Pretensions and Delusions

A mirror site for my journal at http://djmahon.livejournal.com/ (Pretensions and Delusions). Because I don't waste enough of my time on the net as it is.

Monday, July 30, 2007

I'm not dead--not really...

...but that would explain my blank, vacant stare, lurching step, and incoherent speech.

Still working. Still trying to write. Not getting much traction in either terrain. I discovered that I have no sick time or vacation time until my one year probation is over--which meant working a swap day with myself in order to attend my brother's wedding. Losing a day of in my 4-and-2 cycle is really exhausting. God help me if I get sick again.

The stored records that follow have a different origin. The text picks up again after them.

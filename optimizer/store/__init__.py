"""The HDF5 study file: one writer that appends committed trials, readers that never block it.

Layout for readers without elopt: ``optimizer/store/STUDY_FILE.md``. Modules by job:
:mod:`.layout` (names, dtypes, header), :mod:`.model` (records in memory), :mod:`.lock` (one
writer), :mod:`.writer`, :mod:`.reader`, :mod:`.validate` (the rules a reader checks),
:mod:`.compat_v1` (format_version 1 read as 2), :mod:`.salvage` (recover committed trials).
"""

from elopt.optimizer.store.layout import (
    FORMAT_NAME,
    FORMAT_VERSION,
    SESSION_FIELDS,
    STATES,
    SURFACE_FIELDS,
    SURFACE_KIND_CODES,
    StudyHeader,
)
from elopt.optimizer.store.lock import WriterLock
from elopt.optimizer.store.model import StudySnapshot, TrialArrays, TrialRecord
from elopt.optimizer.store.reader import (
    check_is_study,
    read_design,
    read_study,
    read_trial_arrays,
    validate_file,
)
from elopt.optimizer.store.salvage import SalvageReport, salvage, salvage_to, upgrade
from elopt.optimizer.store.writer import StudyWriter

__all__ = [
    "FORMAT_NAME",
    "FORMAT_VERSION",
    "SESSION_FIELDS",
    "STATES",
    "SURFACE_FIELDS",
    "SURFACE_KIND_CODES",
    "SalvageReport",
    "StudyHeader",
    "StudySnapshot",
    "StudyWriter",
    "TrialArrays",
    "TrialRecord",
    "WriterLock",
    "check_is_study",
    "read_design",
    "read_study",
    "read_trial_arrays",
    "salvage",
    "salvage_to",
    "upgrade",
    "validate_file",
]
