"""In-memory forms of what a study file holds: one trial going in, the committed trials
coming out, and one trial's arrays."""

from __future__ import annotations

import json
from dataclasses import dataclass, field
from pathlib import Path
from typing import Any

import numpy as np

from elopt.optimizer.record import DesignRecord, SurfaceSamples
from elopt.optimizer.store.layout import STATES, StudyHeader


@dataclass
class TrialRecord:
    """One finished (or interrupted) trial as it goes into the file; SI units.

    ``params`` (P,), ``metrics`` (M,), ``objectives`` (K,), ``constraints`` (L,) follow the
    header's name lists (NaN where a trial has no value; a metric that is not finite is stored
    as NaN, "undefined"). ``design`` is the solved design (None for failed and interrupted
    trials); ``info`` is a small JSON-able dict (failure reason, rerun_of).
    """

    state: str
    params: np.ndarray
    metrics: np.ndarray
    objectives: np.ndarray
    constraints: np.ndarray
    feasible: bool = False
    session: int = -1
    started_unix: float = float("nan")
    finished_unix: float = float("nan")
    solve_s: float = float("nan")
    worker: int = -1
    worker_pid: int = -1
    sampler_generation: int = -1
    design: DesignRecord | None = None
    info: dict[str, Any] = field(default_factory=dict)


@dataclass(frozen=True)
class StudySnapshot:
    """The committed trials of a study read into memory: ``columns[name]`` is (N,) or (N, X),
    named as in format_version 2 whatever version the file has."""

    path: Path
    header: StudyHeader
    columns: dict[str, np.ndarray]
    sessions: dict[str, np.ndarray]
    texts: tuple[str, ...]
    format_version: int = 2

    @property
    def n_trials(self) -> int:
        return len(self.columns["number"])

    def state_names(self) -> np.ndarray:
        return np.asarray(STATES, dtype=object)[self.columns["state"]]

    def info(self, number: int) -> dict[str, Any]:
        text = self.texts[number]
        return json.loads(text) if text else {}

    def conductor_names(self, number: int) -> list[str]:
        """The trial's conductor names (layout order); c0, c1 ... when none were stored."""
        names = self.info(number).get("conductors")
        n = int(self.columns["n_conductors"][number])
        return list(names) if names and len(names) == n else [f"c{i}" for i in range(n)]


@dataclass(frozen=True)
class TrialArrays:
    """Per-trial arrays: capacitance (n, n) F and the surface samples, one per conductor."""

    capacitance_F: np.ndarray
    surface: tuple[SurfaceSamples, ...]
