"""Reading format_version 1 files in format_version 2 terms.

Version 1 stored the same facts under other names (``rel_error_estimate``,
``peak_field_V_per_m``, ``peak_singular``, ``peak_r_m``/``peak_z_m``) and the surface as
``/profiles/{conductor, arc_length_m, r_m, z_m, sigma_C_per_m2}``. 3-D trials were written
with x in ``r_m``, z in ``z_m`` and arc length 0: y is lost, so they read back as panels with
y = NaN. Version 1 had no ``requested_accuracy``, ``n_unknowns``, ``sense_capacitance_F``,
``peak_rel_error_estimate``, face, normal, area or field per sample (NaN / 0 here).
"""

from __future__ import annotations

from typing import Any

import numpy as np

V1_SCALARS = (
    "number",
    "state",
    "feasible",
    "session",
    "started_unix",
    "finished_unix",
    "solve_s",
    "rel_error_estimate",
    "accuracy_met",
    "peak_field_V_per_m",
    "peak_conductor",
    "peak_r_m",
    "peak_z_m",
    "peak_singular",
    "worker",
    "worker_pid",
    "sampler_generation",
    "n_conductors",
    "capacitance_offset",
    "profile_offset",
    "profile_length",
    "text_offset",
    "text_length",
)
V1_MATRICES = ("params", "metrics", "objectives", "constraints")
V1_PROFILE_FIELDS = ("conductor", "arc_length_m", "r_m", "z_m", "sigma_C_per_m2")
V1_DATASETS: tuple[tuple[str, int], ...] = (
    *((f"trials/{n}", 0) for n in V1_SCALARS + V1_MATRICES),
    ("capacitance_F", 1),
    *((f"profiles/{n}", 2) for n in V1_PROFILE_FIELDS),
    ("text", 3),
    *((f"sessions/{n}", 4) for n in ("start_unix", "target_trials", "hours", "workers")),
)
_RENAMED = {
    "rel_error_estimate": "relative_error_estimate",
    "peak_field_V_per_m": "peak_surface_field_V_per_m",
    "peak_singular": "peak_at_sharp_corner",
    "profile_offset": "surface_offset",
    "profile_length": "surface_length",
}


def v2_columns(v1: dict[str, np.ndarray]) -> dict[str, np.ndarray]:
    """Version-1 trial columns (committed rows) renamed and completed to version 2."""
    n = len(v1["number"])
    out: dict[str, np.ndarray] = {}
    for name, values in v1.items():
        if name in ("peak_r_m", "peak_z_m"):
            continue
        out[_RENAMED.get(name, name)] = values
    out["peak_location_m"] = np.column_stack([v1["peak_r_m"], v1["peak_z_m"], np.full(n, np.nan)])
    out["requested_accuracy"] = np.full(n, np.nan)
    out["n_unknowns"] = np.zeros(n, dtype=np.int64)
    out["sense_capacitance_F"] = np.full(n, np.nan)
    out["peak_rel_error_estimate"] = np.full(n, np.nan)
    out["surface_kind"] = np.where(v1["profile_length"] > 0, 1, 0).astype(np.int8)
    return out


def v2_surface(profile: dict[str, np.ndarray]) -> dict[str, Any]:
    """One trial's version-1 profile rows as version-2 surface columns, plus the kind per
    conductor ("panels" where every arc length is 0 over several samples: a 3-D trial)."""
    k = len(profile["sigma_C_per_m2"])
    cond = profile["conductor"]
    flat = np.zeros(k, dtype=bool)
    for c in np.unique(cond):
        sel = cond == c
        flat[sel] = sel.sum() > 1 and np.all(profile["arc_length_m"][sel] == 0)
    points = np.column_stack([profile["r_m"], profile["z_m"], np.full(k, np.nan)])
    points[flat] = np.column_stack(
        [profile["r_m"][flat], np.full(flat.sum(), np.nan), profile["z_m"][flat]]
    )
    arc = np.where(flat, np.nan, profile["arc_length_m"])
    return {
        "conductor": cond,
        "face": np.zeros(k, dtype=np.int8),
        "points_m": points,
        "normal": np.full((k, 3), np.nan),
        "arc_length_m": arc,
        "sigma_C_per_m2": profile["sigma_C_per_m2"],
        "field_V_per_m": np.full(k, np.nan),
        "area_m2": np.full(k, np.nan),
        "kind": "panels" if flat.any() else "profile",
    }
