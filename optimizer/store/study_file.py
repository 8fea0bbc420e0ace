"""The HDF5 study file: one writer that appends committed trials, readers that never block it.

The layout is documented for readers without elopt in ``optimizer/STUDY_FILE.md``.

Crash safety rests on one rule: a trial exists once the commit counter ``/commit`` says so.
Appending a trial writes its rows past the committed length of every dataset, flushes and
fsyncs, and only then bumps ``/commit`` (flush + fsync again). Reopening for writing truncates
every dataset back to ``/commit``, so a kill at any moment loses at most the trial being
written. Per-trial arrays live in flat datasets indexed by offset/length columns (variable-
length HDF5 types left killed files unable to take the next write; flat ones did not).

Locking: HDF5's own OS lock would make a reader's open fail while a non-SWMR writer runs, so
the writer opens the file with HDF5 locking disabled and holds an exclusive ``flock`` on a
sidecar ``<file>.lock`` instead; a second writer is refused there. Readers open without HDF5
locking, read only the committed prefix, check it for consistency and retry on a transient
inconsistency (the writer may be half-way through an append while a reader opens).
"""

from __future__ import annotations

import datetime as _dt
import fcntl
import hashlib
import json
import os
import socket
import time
from dataclasses import dataclass, field
from pathlib import Path
from typing import Any

import h5py
import numpy as np

from elopt.optimizer import __version__
from elopt.optimizer.errors import StudyFileError

FORMAT_NAME = "elopt study"
FORMAT_VERSION = 1
STATES = ("complete", "failed", "interrupted")
"""Trial state codes stored in ``/trials/state`` (the index is the code)."""

PROFILE_FIELDS = ("conductor", "arc_length_m", "r_m", "z_m", "sigma_C_per_m2")
"""Flat datasets under ``/profiles``: one row per surface sample of one trial."""

SESSION_FIELDS = ("start_unix", "target_trials", "hours", "workers")
COMMIT_FIELDS = ("trials", "capacitance", "profiles", "text", "sessions")

# (name, dtype, fill) of the one-value-per-trial columns under /trials.
_SCALAR_COLUMNS: tuple[tuple[str, str, float], ...] = (
    ("number", "i8", -1),
    ("state", "i1", -1),
    ("feasible", "i1", 0),
    ("session", "i4", -1),
    ("started_unix", "f8", np.nan),
    ("finished_unix", "f8", np.nan),
    ("solve_s", "f8", np.nan),
    ("rel_error_estimate", "f8", np.nan),
    ("accuracy_met", "i1", 0),
    ("peak_field_V_per_m", "f8", np.nan),
    ("peak_conductor", "i2", -1),
    ("peak_r_m", "f8", np.nan),
    ("peak_z_m", "f8", np.nan),
    ("peak_singular", "i1", 0),
    ("worker", "i2", -1),
    ("worker_pid", "i8", -1),
    ("sampler_generation", "i4", -1),
    ("n_conductors", "i2", 0),
    ("capacitance_offset", "i8", 0),
    ("profile_offset", "i8", 0),
    ("profile_length", "i8", 0),
    ("text_offset", "i8", 0),
    ("text_length", "i8", 0),
)
_MATRIX_COLUMNS = ("params", "metrics", "objectives", "constraints")
_ROW_CHUNK = 64
_FLAT_CHUNK = 2048
_READ_RETRIES = 40
_READ_RETRY_SLEEP_S = 0.05
_HEADER_LIST_ATTRS = (
    "parameter_names",
    "parameter_units",
    "parameter_searched",
    "search_low",
    "search_high",
    "search_log",
    "search_step",
    "metric_names",
    "metric_units",
    "objective_names",
    "objective_directions",
    "objective_units",
    "constraint_names",
    "constraint_metrics",
    "constraint_kinds",
    "constraint_limits",
    "constraint_units",
)


@dataclass(frozen=True)
class StudyHeader:
    """What a study file says about itself, written once at creation (root attributes).

    Parameter columns hold every parameter of the family (fixed ones too); ``parameter_searched``
    says which were sampled. Constraint values are stored as violations in the metric's unit:
    ``value - limit`` for kind "max", ``limit - value`` for kind "min"; <= 0 is satisfied.
    """

    study_name: str
    family: str
    config_toml: str
    parameter_names: tuple[str, ...]
    parameter_units: tuple[str, ...]
    parameter_searched: tuple[bool, ...]
    search_low: tuple[float, ...]
    search_high: tuple[float, ...]
    search_log: tuple[bool, ...]
    search_step: tuple[float, ...]
    metric_names: tuple[str, ...]
    metric_units: tuple[str, ...]
    objective_names: tuple[str, ...]
    objective_directions: tuple[str, ...]
    objective_units: tuple[str, ...]
    constraint_names: tuple[str, ...]
    constraint_metrics: tuple[str, ...]
    constraint_kinds: tuple[str, ...]
    constraint_limits: tuple[float, ...]
    constraint_units: tuple[str, ...]
    elopt_version: str = __version__
    created_utc: str = ""

    @property
    def config_sha256(self) -> str:
        return hashlib.sha256(self.config_toml.encode("utf-8")).hexdigest()
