def centre_node(nodes: np.ndarray) -> np.ndarray:
    """Sorted grid nodes (K,) with a node added at 0 when a cell straddles it: a quad split
    into two triangles across the mirror plane would break the mesh's mirror symmetry (the
    hatch line on the axis spans one cell at the coarsest level)."""
    k = int(np.searchsorted(nodes, 0.0))
    near = np.min(np.abs(nodes)) <= 1e-9 * (nodes[-1] - nodes[0])
    if 0 < k < len(nodes) and not near:
        return np.insert(nodes, k, 0.0)
    return nodes


@dataclass(frozen=True)
class HatchedFrameSheetSurface(Surface):
    """Hatched rectangular frame (open sheet) centred on the z axis at ``z_m``: outline
    ``outer_m``, clearance hole ``hole_m`` (x, y sizes), lines ``line_m`` wide every
    ``pitch_m`` along x and y, border tracks ``line_m`` wide along outline and hole."""

    outer_m: tuple[float, float]
    hole_m: tuple[float, float]
    z_m: float
    h_m: float
    pitch_m: float
    line_m: float
    grade: float = EDGE_GRADE
    closed: bool = False
    smooth = False

    def _nodes(self, level: int) -> tuple[np.ndarray, np.ndarray]:
        return tuple(  # type: ignore[return-value]
            centre_node(
                axis_nodes(
                    hatch_breaks(0.5 * o, 0.5 * i, self.pitch_m, self.line_m),
                    self.h_m,
                    level,
                    fillet=0.0,
                    grade=self.grade,
                )
            )
            for o, i in zip(self.outer_m, self.hole_m, strict=True)
        )

    def _occupied(self, p: np.ndarray) -> np.ndarray:
        half = (0.5 * self.outer_m[0], 0.5 * self.outer_m[1])
        hole = (0.5 * self.hole_m[0], 0.5 * self.hole_m[1])
        return hatched_occupied(p, half, hole, self.pitch_m, self.line_m)

    def estimated_panels(self, level: int) -> float:
        # Cells are counted on the 1-D node lists: far below the cost of the mesh itself.
        if not max(self.outer_m) * 2**level / self.h_m <= MAX_RINGS:
            return math.inf
        xs, ys = self._nodes(level)
        if len(xs) * len(ys) > 4e7:
            return math.inf
        cx, cy = 0.5 * (xs[1:] + xs[:-1]), 0.5 * (ys[1:] + ys[:-1])
        centres = np.stack(np.meshgrid(cx, cy, indexing="ij"), axis=-1)
        return 2.0 * float(np.count_nonzero(self._occupied(centres)))

    def build(self, level: int) -> TriangleMesh:
        xs, ys = self._nodes(level)
        return gen.flat_sheet(xs, ys, self.z_m, self._occupied)
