def study_header(spec: StudySpec) -> StudyHeader:
    """The self-description a new study file gets, read from the spec and the family."""
    ranges = {s.name: s for s in spec.search}
    names = spec.parameter_names
    units = {p.name: p.unit for p in spec.family.parameters()}
    nan = math.nan
    return StudyHeader(
        study_name=spec.name,
        family=spec.family_ref,
        config_toml=spec.config_text,
        parameter_names=names,
        parameter_units=tuple(units[n] for n in names),
        parameter_searched=tuple(n in ranges for n in names),
        search_low=tuple(ranges[n].low if n in ranges else nan for n in names),
        search_high=tuple(ranges[n].high if n in ranges else nan for n in names),
        search_log=tuple(bool(ranges[n].log) if n in ranges else False for n in names),
        search_step=tuple(
            float(ranges[n].step) if n in ranges and ranges[n].step else nan for n in names
        ),
        metric_names=tuple(m.name for m in spec.metrics),
        metric_units=tuple(m.unit for m in spec.metrics),
        objective_names=tuple(o.metric for o in spec.objectives),
        objective_directions=tuple(o.direction for o in spec.objectives),
        objective_units=tuple(o.unit for o in spec.objectives),
        constraint_names=tuple(c.name for c in spec.constraints),
        constraint_metrics=tuple(c.metric for c in spec.constraints),
        constraint_kinds=tuple(c.kind for c in spec.constraints),
        constraint_limits=tuple(c.limit for c in spec.constraints),
        constraint_units=tuple(c.unit for c in spec.constraints),
    )
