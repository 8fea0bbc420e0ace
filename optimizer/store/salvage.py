"""Recover the committed trials of a study file into a new file.

:func:`salvage_to` reads what it can of a damaged file (column by column, row by row where a
column will not read whole), keeps each trial that passes every reader check and writes them,
renumbered in order, into a new version-2 file; it never writes the source. :func:`salvage`
and :func:`upgrade` do the same in place for the writer (the original is kept beside it).
"""

from __future__ import annotations

import datetime as _dt
import os
from dataclasses import dataclass, field
from pathlib import Path
from typing import Any

import h5py
import numpy as np

from elopt.optimizer.errors import StudyFileError
from elopt.optimizer.store import compat_v1
from elopt.optimizer.store.layout import (
    FORMAT_NAME,
    MATRIX_COLUMNS,
    POINT_COLUMNS,
    SCALAR_COLUMNS,
    SESSION_FIELDS,
    STATES,
    write_layout,
)
from elopt.optimizer.store.lock import WriterLock
from elopt.optimizer.store.model import StudySnapshot, TrialRecord
from elopt.optimizer.store.reader import design_of, read_header, trial_arrays
from elopt.optimizer.store.validate import (
    Damaged,
    check_columns,
    check_judged,
    format_version_of,
    judged_metrics,
)
from elopt.optimizer.store.writer import StudyWriter

#: Trial columns without which a trial cannot be recovered (either format's names).
_NEEDED = frozenset(
    (
        "number",
        "state",
        "feasible",
        "params",
        "metrics",
        "objectives",
        "constraints",
        "n_conductors",
        "capacitance_offset",
        "surface_offset",
        "surface_length",
        "surface_kind",
        "profile_offset",
        "profile_length",
        "text_offset",
        "text_length",
    )
)
#: Fill values of the other columns when they do not read (either format's names).
_FILL: dict[str, float] = {
    **{name: fill for name, _, fill in SCALAR_COLUMNS},
    "rel_error_estimate": np.nan,
    "peak_field_V_per_m": np.nan,
    "peak_singular": 0,
    "peak_r_m": np.nan,
    "peak_z_m": np.nan,
}

#: Keys of a trial's text that the writer derives from its design (re-derived on the copy).
_DESIGN_TEXT = (
    "conductors",
    "conductor_drive",
    "potentials_V",
    "charges_C",
    "ground_plane",
    "relative_error_estimate_covers",
    "matrix_relative_error_estimate",
)


@dataclass
class SalvageReport:
    """``recovered`` of ``committed`` trials were copied; ``skipped`` says why the rest were not."""

    committed: int
    recovered: int = 0
    skipped: list[str] = field(default_factory=list)

    def summary(self) -> str:
        text = f"recovered {self.recovered} of {self.committed} committed trials"
        if self.skipped:
            shown = "; ".join(self.skipped[:3])
            more = f"; and {len(self.skipped) - 3} more" if len(self.skipped) > 3 else ""
            text += f" (skipped {len(self.skipped)}: {shown}{more})"
        return text


def salvage_to(source: str | Path, target: str | Path) -> SalvageReport:
    """Copy every committed trial of ``source`` that still reads and passes the reader's checks
    into the new file ``target`` (which must not exist). ``source`` is only read."""
    source, target = Path(source), Path(target)
    if not source.exists():
        raise StudyFileError(f"{source}: no such file")
    if target.exists():
        raise StudyFileError(f"{target}: exists; salvage writes a new file, choose another --out")
    if not target.parent.is_dir():
        raise StudyFileError(f"{target}: directory {target.parent} does not exist; create it")
    if not h5py.is_hdf5(source):
        raise StudyFileError(f"{source}: not an HDF5 file, so there is nothing to salvage")
    try:
        with h5py.File(source, "r", locking=False) as h5:
            header, sessions, records, report = _recover(h5, source)
    except OSError as exc:
        raise StudyFileError(f"{source}: HDF5 cannot open it ({exc}); nothing to salvage") from None
    tmp = target.with_name(f".{target.name}.salvage-{os.getpid()}")
    try:
        with h5py.File(tmp, "w", locking=False) as h5:
            write_layout(h5, header)
        writer = StudyWriter(tmp, WriterLock(tmp), h5py.File(tmp, "r+", locking=False), True)
        try:
            for row in sessions:
                writer.append_session(*row)
            for rec in records:
                writer.append(rec)
        finally:
            writer.close()
        os.replace(tmp, target)
    finally:
        if tmp.exists():
            tmp.unlink()
    return report


def salvage(path: str | Path, *, reason: str = "") -> Path:
    """Replace ``path`` by a salvaged copy; the original stays as ``<name>.damaged-<UTC>``.
    The caller holds the writer lock. Returns the kept original."""
    path = Path(path)
    backup, report = _replace_by_copy(path, "damaged")
    print(f"elopt: {path}: salvaged {report.recovered} committed trials ({reason}); kept {backup}")
    return backup


def upgrade(path: str | Path) -> Path:
    """Rewrite a (validated) older-format study as format_version 2 in place; the original
    stays as ``<name>.v<N>-<UTC>``. The caller holds the writer lock."""
    path = Path(path)
    with h5py.File(path, "r", locking=False) as h5:
        old = int(h5.attrs["format_version"])
    backup, report = _replace_by_copy(path, f"v{old}")
    if report.skipped:  # cannot happen for a file that validated; never lose a trial silently
        raise StudyFileError(f"{path}: upgrade would lose trials ({report.summary()}); kept as is")
    print(
        f"elopt: {path}: upgraded study format {old} to 2 ({report.recovered} trials); "
        f"kept the original as {backup}"
    )
    return backup


def _replace_by_copy(path: Path, tag: str) -> tuple[Path, SalvageReport]:
    stamp = _dt.datetime.now(_dt.UTC).strftime("%Y%m%dT%H%M%SZ")
    backup = path.with_name(f"{path.name}.{tag}-{stamp}")
    fresh = path.with_name(f".{path.name}.copy-{os.getpid()}")
    try:
        report = salvage_to(path, fresh)
        if report.skipped and tag != "damaged":
            return backup, report
        os.link(path, backup)
        os.replace(fresh, path)
    finally:
        if fresh.exists():
            fresh.unlink()
    return backup, report


# ----------------------------------------------------------------------------- reading


def _version(h5: h5py.File, path: Path) -> int:
    if h5.attrs.get("format") not in (FORMAT_NAME, FORMAT_NAME.encode()):
        raise StudyFileError(f"{path}: not an elopt study (no attribute format = '{FORMAT_NAME}')")
    try:
        return format_version_of(h5.attrs.get("format_version"))
    except Damaged:  # the layout itself says which version wrote it
        return 2 if "surface" in h5 else 1


def _column(h5: h5py.File, name: str, n: int) -> tuple[np.ndarray | None, np.ndarray]:
    """Rows 0..n-1 of a dataset and a mask of the rows that read (row by row if need be)."""
    ds = h5.get(name)
    ok = np.zeros(n, dtype=bool)
    if not isinstance(ds, h5py.Dataset):
        return None, ok
    m = min(n, ds.shape[0])
    try:
        values = ds[:m]
        ok[:m] = True
    except (OSError, ValueError, RuntimeError):
        values = np.zeros((m, *ds.shape[1:]), dtype=ds.dtype)
        for i in range(m):
            try:
                values[i] = ds[i]
                ok[i] = True
            except (OSError, ValueError, RuntimeError):
                pass
    full = np.zeros((n, *ds.shape[1:]), dtype=ds.dtype)
    full[:m] = values
    return full, ok


def _counts(h5: h5py.File, version: int) -> list[int]:
    """The commit counter; an entry that is unreadable or negative is replaced by what the
    datasets show (for trials: the leading rows whose number equals their row)."""
    try:
        counts = [int(v) for v in h5["commit"][...]]
    except (KeyError, OSError, ValueError, TypeError):
        counts = []
    if len(counts) != 5:
        counts = [-1] * 5
    surface = "surface/sigma_C_per_m2" if version == 2 else "profiles/sigma_C_per_m2"
    names = ("trials/number", "capacitance_F", surface, "text", "sessions/start_unix")
    for k, name in enumerate(names):
        if counts[k] >= 0:
            continue
        ds = h5.get(name)
        if not isinstance(ds, h5py.Dataset):
            counts[k] = 0
            continue
        values, ok = _column(h5, name, ds.shape[0])
        if k == 0:
            good = ok & (values == np.arange(len(values)))
            counts[k] = int(np.argmin(good)) if not good.all() else len(values)
        else:
            counts[k] = ds.shape[0]
    return counts


def _recover(
    h5: h5py.File, path: Path
) -> tuple[Any, list[tuple], list[TrialRecord], SalvageReport]:
    version = _version(h5, path)
    try:
        header = read_header(h5)
    except Damaged as exc:
        raise StudyFileError(
            f"{path}: {exc}; without its header no trial can be salvaged"
        ) from None
    counts = _counts(h5, version)
    sessions = _sessions(h5, counts[4])
    counts[4] = len(sessions)
    n = counts[0]
    if version == 1:
        names = compat_v1.V1_SCALARS + compat_v1.V1_MATRICES
    else:
        names = tuple(c[0] for c in SCALAR_COLUMNS) + MATRIX_COLUMNS
    raw = {k: _column(h5, f"trials/{k}", n) for k in names}
    text_all, text_ok = _column(h5, "text", counts[3])
    report = SalvageReport(committed=n)
    records: list[TrialRecord] = []
    new_number: dict[int, int] = {}
    for i in range(n):
        broken = [k for k, (v, ok) in raw.items() if v is None or not ok[i]]
        needed = [k for k in broken if k in _NEEDED]
        if needed:
            report.skipped.append(f"trial {i}: /trials/{needed[0]} does not read")
            continue
        row = {k: v[i : i + 1] for k, (v, _) in raw.items() if k not in broken}
        row.update({k: _fill_row(k) for k in broken})  # bookkeeping only: defaults
        if version == 1:
            row = compat_v1.v2_columns(row)
        try:
            rec = _trial(h5, header, row, counts, text_all, text_ok, i, version)
        except (Damaged, StudyFileError) as exc:
            report.skipped.append(str(exc).replace("trial 0", f"trial {i}", 1))
            continue
        except (OSError, ValueError, RuntimeError, KeyError) as exc:
            report.skipped.append(f"trial {i}: its arrays do not read ({exc})")
            continue
        new_number[i] = len(records)
        if new_number[i] != i:
            rec.info["salvaged_from_trial"] = i
        records.append(rec)
    for rec in records:
        old = rec.info.get("rerun_of")
        if isinstance(old, int):
            if old in new_number:
                rec.info["rerun_of"] = new_number[old]
            else:
                rec.info.pop("rerun_of")
    report.recovered = len(records)
    return header, sessions, records, report


def _fill_row(name: str) -> np.ndarray:
    if name == "peak_location_m":
        return np.full((1, POINT_COLUMNS), np.nan)
    return np.array([_FILL[name]])


def _sessions(h5: h5py.File, n: int) -> list[tuple]:
    cols = {k: _column(h5, f"sessions/{k}", n) for k in SESSION_FIELDS}
    out = []
    for i in range(n):
        if any(v is None or not ok[i] for v, ok in cols.values()):
            break  # sessions are referred to by row: keep the leading run that reads
        start, target, hours, workers = (cols[k][0][i] for k in SESSION_FIELDS)
        if (
            not np.isfinite(start)
            or target < -1
            or workers < 0
            or not (np.isnan(hours) or 0 < hours < np.inf)
        ):
            break
        out.append(
            (
                float(start),
                None if target == -1 else int(target),
                None if np.isnan(hours) else float(hours),
                int(workers),
            )
        )
    return out


def _trial(
    h5: h5py.File,
    header: Any,
    row: dict[str, np.ndarray],
    counts: list[int],
    text_all: np.ndarray | None,
    text_ok: np.ndarray,
    number: int,
    version: int,
) -> TrialRecord:
    if int(row["number"][0]) != number:
        raise Damaged(f"trial {number}: number holds {int(row['number'][0])}")
    row = dict(row)
    row["number"] = np.zeros(1, dtype=np.int64)
    if not -1 <= int(row["session"][0]) < counts[4]:
        row["session"] = np.array([-1])
    check_columns(row, header, [1, *counts[1:]])
    o, k = int(row["text_offset"][0]), int(row["text_length"][0])
    if k and (text_all is None or not text_ok[o : o + k].all()):
        raise Damaged(f"trial {number}: its text does not read")
    text = text_all[o : o + k].tobytes().decode("utf-8") if k else ""
    snap = StudySnapshot(
        path=Path(h5.filename),
        header=header,
        columns=row,
        sessions={},
        texts=(text,),
        format_version=version,
    )
    info = snap.info(0)
    check_judged(row, header, judged_metrics(row["metrics"], header, [info]))
    design = design_of(snap, trial_arrays(h5, snap, 0), 0)
    for key in _DESIGN_TEXT if design is not None else ():
        info.pop(key, None)
    if design is not None:
        info.pop("extra", None)
        info.pop("sense_capacitance_meaning", None)
    c = {name: v[0] for name, v in row.items()}
    return TrialRecord(
        state=STATES[int(c["state"])],
        params=c["params"],
        metrics=c["metrics"],
        objectives=c["objectives"],
        constraints=c["constraints"],
        feasible=bool(c["feasible"]),
        session=int(c["session"]),
        started_unix=float(c["started_unix"]),
        finished_unix=float(c["finished_unix"]),
        solve_s=float(c["solve_s"]),
        worker=int(c["worker"]),
        worker_pid=int(c["worker_pid"]),
        sampler_generation=int(c["sampler_generation"]),
        design=design,
        info=info,
    )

I'm halfway through Sin and Syntax: A Guide to Crafting Wickedly Effective Prose by Constance Hale, and, I have to admit, I've really forgotten a lot of English grammar since high school. I vaguely remember what a "dangling participle" is, but I had no recollection of "dangling prepositional phrase", or what the differences were between a restrictive and non-restrictive clauses, essential and non-essential clauses, and defining and non-defining clauses. I had to go back and re-read that chapter several times (and I'll have to do it again, I'm sure) to get a clue as to what those clauses are, but I do understand the overall point Ms. Hale is trying to make. More importantly, I'm glad Ms. Hale added the common sense rules in with the complex explanations--"Clarity trumps grammar", and so on. Ms. Hale uses a lot of dry humor throughout the book, making it a lot more readable than Strunk & White (although, in the latter's defense, it is meant as a pocket reference). It will be interesting to compare this book with Eats, Shoots and Leaves.

I read two of Cormac McCarthy's books over the past month. The Road and All the Pretty Horses are decent reads, but McCarthy has the same aversion to quotation marks that made my attempt at reading Ulysses so painful. Punctuation exists for a reason folks--I kept losing track of who said what in All the Pretty Horses, and it made the encounter with the Thief and the Old Man in The Road a bit disorienting. Both have unresolved endings, although The Road has a glimmer of hope in the ending paragraph. I don't normally read Westerns, so I doubt I'll be chasing down any more of McCarthy's previous books. I am interested in seeing if McCarthy will pursue any more work in the Horror or SF genre, because most "literary fiction" authors tend only to dabble (and as this review shows, they sometimes find themselves out of their depth). Hopefully McCarthy won't develop the same "I-don't-write-SF" affliction that plagues so many "lit" authors(*coughcough*Margret Atwood*coughcough*).